PHOENIX — Calling the documents confidential, and claiming the First Amendment rights of a journalist, former Gov. Jan Brewer is refusing to give up notes she used in preparing her book “Scorpions for Breakfast” to those suing to overturn SB 1070.
And she says she may yet write another book.
In objections filed in U.S. District Court here, attorney Robert Henry pointed out Brewer wrote the book about immigration issues and her decision to sign the controversial 2010 law not in her official capacity but as a private citizen.
He said the civil-rights groups trying to have the immigration enforcement law declared invalid have never alleged that she acted improperly in signing the legislation.
What that means, Henry said, is that “some of her thoughts relating to what she may or may not have been considering in connection with her ultimate review of this bill have absolutely no relevance.”
Henry also is telling U.S. District Judge Susan Bolton, who will decide what Brewer has to cough up, that there is a “qualified privilege for journalists” that protects an author’s materials and notes.
“The journalist’s privilege extends to investigative book authors and to be confidential and non-confidential sources and materials,” the attorney said. And he said forcing Brewer to disclose conversations and communications she had with people in preparing the book would both chill the willingness of people to talk to her and interfere with her “political speech rights.”
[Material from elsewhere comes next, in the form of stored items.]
#!/usr/bin/env bash
# Private MariaDB for Isopleth: data under .data/, bound to 127.0.0.1 only, never reading /etc/mysql.
#   db.sh start | stop | status | ensure-db NAME | reset-db NAME | sql [NAME]
set -euo pipefail
source "$(dirname "$0")/env.sh"

admin() { mariadb --no-defaults --socket="$DB_SOCKET" -u "$(id -un)" "$@"; }

is_running() {
  [ -f "$DB_PIDFILE" ] && kill -0 "$(cat "$DB_PIDFILE")" 2>/dev/null
}

ping_db() {
  mariadb-admin --no-defaults --socket="$DB_SOCKET" -u "$(id -un)" --connect-timeout=1 ping >/dev/null 2>&1
}

init_datadir() {
  command -v mariadbd >/dev/null || die "mariadbd not found: run scripts/system-deps.sh first"
  if [ ! -d "$DB_DATADIR/mysql" ]; then
    log "initialising a private data directory in ${DB_DATADIR#$ROOT_DIR/}"
    mkdir -p "$DB_DATADIR" "$DB_RUNDIR"
    mariadb-install-db --no-defaults --datadir="$DB_DATADIR" --skip-test-db --skip-name-resolve \
      --innodb-log-file-size=16M >"$DB_RUNDIR/install.log" 2>&1 \
      || { cat "$DB_RUNDIR/install.log" >&2; die "mariadb-install-db failed"; }
  fi
  mkdir -p "$DB_RUNDIR"
}

start() {
  if is_running && ping_db; then log "MariaDB already running on 127.0.0.1:$DB_PORT"; ensure_user; return 0; fi
  init_datadir
  rm -f "$DB_SOCKET"
  log "starting MariaDB on 127.0.0.1:$DB_PORT"
  setsid mariadbd --no-defaults --user="$(id -un)" \
    --datadir="$DB_DATADIR" --socket="$DB_SOCKET" --pid-file="$DB_PIDFILE" \
    --log-error="$DB_LOG" --bind-address=127.0.0.1 --port="$DB_PORT" --skip-name-resolve \
    --character-set-server=utf8mb4 --collation-server=utf8mb4_unicode_ci --default-time-zone=+00:00 \
    --innodb-buffer-pool-size=64M --innodb-log-file-size=16M --max-connections=100 \
    </dev/null >/dev/null 2>&1 &
  local pid=$! waited=0
  until ping_db; do
    kill -0 "$pid" 2>/dev/null || { tail -n 20 "$DB_LOG" >&2 || true; die "mariadbd exited during start-up"; }
    sleep 0.1; waited=$((waited + 1))
    [ "$waited" -lt 300 ] || die "MariaDB did not accept connections within 30 s (log: $DB_LOG)"
  done
  ensure_user
}

ensure_user() {
  admin <<SQL
CREATE USER IF NOT EXISTS '$DB_USER'@'127.0.0.1' IDENTIFIED BY '$DB_PASSWORD';
CREATE USER IF NOT EXISTS '$DB_USER'@'localhost' IDENTIFIED BY '$DB_PASSWORD';
ALTER USER '$DB_USER'@'127.0.0.1' IDENTIFIED BY '$DB_PASSWORD';
ALTER USER '$DB_USER'@'localhost' IDENTIFIED BY '$DB_PASSWORD';
-- tests create and drop their own throwaway databases named ${DB_NAME}_test...
GRANT ALL PRIVILEGES ON \`${DB_NAME}\\_test%\`.* TO '$DB_USER'@'127.0.0.1';
GRANT ALL PRIVILEGES ON \`${DB_NAME}\\_test%\`.* TO '$DB_USER'@'localhost';
SQL
}

ensure_db() {
  local name="$1"
  [[ "$name" =~ ^[A-Za-z0-9_]+$ ]] || die "bad database name: $name"
  admin <<SQL
CREATE DATABASE IF NOT EXISTS \`$name\` CHARACTER SET utf8mb4 COLLATE utf8mb4_unicode_ci;
GRANT ALL PRIVILEGES ON \`$name\`.* TO '$DB_USER'@'127.0.0.1';
GRANT ALL PRIVILEGES ON \`$name\`.* TO '$DB_USER'@'localhost';
SQL
}

reset_db() {
  local name="$1"
  [[ "$name" =~ ^[A-Za-z0-9_]+$ ]] || die "bad database name: $name"
  admin -e "DROP DATABASE IF EXISTS \`$name\`;"
  ensure_db "$name"
}

stop() {
  if ! is_running; then log "MariaDB is not running"; return 0; fi
  local pid; pid="$(cat "$DB_PIDFILE")"
  log "stopping MariaDB (pid $pid)"
  kill -TERM "$pid"
  for _ in $(seq 1 300); do kill -0 "$pid" 2>/dev/null || { log "MariaDB stopped"; return 0; }; sleep 0.1; done
  die "MariaDB did not stop within 30 s"
}

case "${1:-}" in
  start) start ;;
  stop) stop ;;
  status) if is_running && ping_db; then echo "running on 127.0.0.1:$DB_PORT"; else echo "stopped"; exit 1; fi ;;
  ensure-db) ensure_db "${2:?database name}" ;;
  reset-db) reset_db "${2:?database name}" ;;
  sql) shift; admin "$@" ;;
  *) echo "usage: $0 start|stop|status|ensure-db NAME|reset-db NAME|sql [args]" >&2; exit 2 ;;
esac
Her arguments face objections from the attorneys for civil rights groups hoping to use the information, and other materials, overturn the last major provision of the law: a requirement for police who have stopped people to check their immigration status if there is reason to believe they are in this country illegally. The U.S. Supreme Court refused to void what has become known as the “papers, please” provision, saying there is nothing inherently unconstitutional with the law.
Now challengers are attempting to show that the law was enacted out of “racial animus,” saying that alone would be grounds to declare the law invalid. They contend what Brewer was told, and was thinking, at the time she signed the bill is relevant.
Other key provisions of SB 1070 have either been struck down or the state has agreed not to enforce them. That includes a ban on those not here legally from seeking work, letting police make warrantless arrests of those without documents, and making it a crime to harbor or transport those not here legally.
Justin Cox, an attorney with the American Civil Liberties Union, said his organization takes “very seriously” anyone’s claims of First Amendment protections. But he said making that claim, by itself, is legally meaningless.
“You can’t claim a privilege in a vacuum,” he said. “You have to prove it.”
And proving it, he said, requires production of what courts call a “privilege log.”
In essence, this is a list of documents someone does not want to produce along with a specific reason why each is not subject to disclosure. In this case, Cox said, Brewer has yet to produce such a log.
Aside from her other claims for refusing to provide much of what is being sought, Brewer is claiming she has a property right in the notes.
“The information that did not ultimately make it into ‘Scorpions for Breakfast’ could be used to write additional books, for interviews, or for other commercial uses by Gov. Brewer,” Henry told the court.
He said authors have a “legitimate commercial interest” in shaping the form and timing of disclosure of their information “so that the commercial success and public image of their books are not frittered away by prepublication news stories.”